This skyrocketing inflation is not just because of the prolonged and virulent Covid-19 pandemic that caused disruption in global supply chains, but it is now being caused by the vicious Russia-Ukraine war. This conflict has upset the entire world economy and businesses have been left to face untold and unpredictable consequences, none of which will be easy on anyone.
Central banks in dilemma
Central banks around the world have had to raise interest rates to curb a growing inflation, or at least keep it in control with stimulus packages being pumped in. There are also expectations of higher interest rates in the near future like in the US, U.K., Canada, and Australia. According to data from the CME Group and the US Federal Reserve (FED), there is a 100% probability that interest rates will be raised in March, and there is more than a 60% probability that the FED will increase interest rates by six to seven times this year.
However, there are still many opinions that due to the Russia-Ukraine war the central banks will change their monetary policy, i.e. not increase interest rates anymore, or even return to loosening money to boost the economy, thereby boosting financial markets. This point of view explains the fact that during the 2008 financial crisis, the central banks also pumped money quickly and abundantly, and inflation barely reached the target for more than a decade afterwards. However, at that time, the FED mainly pumped money into the financial system, specifically banks, to solve bad loans. From 2020 until now, money has been injected directly into the economy and even delivered to consumers, which has strongly activated inflation.
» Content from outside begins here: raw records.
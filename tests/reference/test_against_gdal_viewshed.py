"""The sight line of the sweep against GDAL's viewshed, an independent program over the same raster.

GDAL asks each cell of the cells beside it on the way (Wang, Robinson and White 2000, as its documentation says), the sweep
asks bilinear heights along rays: the two may differ where a shadow ends, and nowhere else.
"""

import os
from pathlib import Path

import numpy as np
import pytest
from gdal_viewshed import VIEWSHED, compared, swept, viewshed
from made_relief import SOUTH_M, WEST_M, relief_m, write_relief
from scipy.ndimage import binary_dilation


@pytest.mark.skipif(
    VIEWSHED is None and os.environ.get("CI") != "true", reason="gdal_viewshed (gdal-bin) is not installed"
)
@pytest.mark.slow
@pytest.mark.parametrize(("seed", "k"), [(5, 4 / 3), (6, 0.7), (7, float("inf"))])
def test_it_sees_what_gdal_sees(tmp_path: Path, seed: int, k: float) -> None:
    cell_m, side = 47.5, 800
    file = write_relief(tmp_path / "relief.tif", relief_m(side, seed=seed), cell_m=cell_m)
    x, y = WEST_M + 400.5 * cell_m, SOUTH_M + 400.5 * cell_m
    radius_m = 19_000.0
    seen = viewshed(file, out=tmp_path / "seen.tif", x=x, y=y, radius_m=radius_m, k=k)
    ours, gdals, both = compared(swept(file, x=x, y=y, radius_m=radius_m, k=k), seen, file, radius_m)
    assert 0.2 < gdals[both].mean() < 0.9  # a relief that hides nothing would prove nothing
    # 99 %: what is promised
    assert (ours == gdals)[both].mean() >= 0.99
    # where they differ a shadow ends within three cells, by the one or the other
    edge = np.zeros_like(both)
    for answer in (gdals, ours):
        edge |= binary_dilation(answer, iterations=3) & binary_dilation(~answer, iterations=3)
    assert edge[both & (ours != gdals)].mean() > 0.97
    assert edge[both].mean() < 0.15  # not everywhere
Now central banks are stuck in a dilemma, because keeping interest rates low will help promote economic recovery, but then it will increase the risk of escalating commodity prices, thereby causing inflation. Tightening policies can help quell inflation by restraining demand, but demand for goods also declines when economic stimulus packages lose their effect, especially in the ongoing Covid-19 pandemic situation which has not yet ended entirely.
Currently, the rising commodity prices show no sign of stopping, with oil prices surpassing the USD 100 per barrel mark, and the Russia-Ukraine war likely to continue to push prices higher in the near future, which will put more pressure on inflation. When other energy sources such as coal prices doubled in early March, at one point this price increased by nearly 50% in just one day. It should be noted that energy prices are always a huge input cost of businesses, thereby continuing to weigh on production and business costs and other goods, leading to even worse inflation.
Therefore, even if the war is over in the near future, the inevitable consequences of its devastation will affect the economy for very many years to come. To mitigate this effect for the long term, central banks around the world are racing to increase interest rates as well as tighten monetary policy.
Inflation target
Inflation is often mentioned with a negative connotation, especially at the present sensitive time, and some people are even obsessed with it. However, inflation is an important part of economic growth and it is especially good when inflation is around the target level. Normally, the target inflation rate is set by the National Assembly of each country at the beginning of the year. Currently, the inflation targets of both U.K. and the US have been set at around 2%.
Target inflation is calculated based on the price increase that is moderate enough for businesses and manufacturers to sell the same quantity of goods but achieve a higher income than before. This will stimulate them to continue doing business, innovate, and offer better products and services. This calculation also includes the consumer income rising proportionally or exceedingly so that they won't see inflation as a problem. Things only get complicated when incomes can't grow, and inflation is too far off target.
When inflation shows signs of getting out of control, central banks and governments are forced to act by tightening monetary and fiscal policies, including increasing interest rates. As rising interest rates help keep inflation under control while the economy still maintains a stable growth rate, everything is still good and the financial market is still supported. On the contrary, if inflation is out of control, the economy will deviate from the trajectory.
Cautious investment
Typically, businesses and consumers are most directly affected by inflation, as their input costs not only increase but also increase too rapidly. In addition, the increase in borrowing costs will easily make bad debts also increase and people have to limit the use of leverage, thereby reducing cash flow to the economy and financial markets. Inflation clearly has a negative impact on income as people are forced to save more and spend less. This makes it very difficult for business sales and wages to increase.
The biggest thing about the stock market, real estate and digital assets is that many investors who make money from these think it's very easy. In such a situation, cash flow is often withdrawn from risk groups such as securities and real estate, and shifted to traditional safer channels such as gold, bonds, insurance, and savings. In particular, gold benefits greatly when there is instability and high inflation. The proof is that in the first three months of this year, gold was the best growth channel and could increase even higher in the coming year. Many expect the price to surpass the historic peak of USD 2,075 per oz. this year, so gold is a potential investment in 2022.
However, gold will face a disadvantage when the economy becomes stable again and risk channels such as real estate and securities are rallied and inflation is well in control. Therefore, every investor should only hold a certain percentage of gold in the business portfolio in case the economy becomes unstable, as inflation is often accompanied by high-interest rates.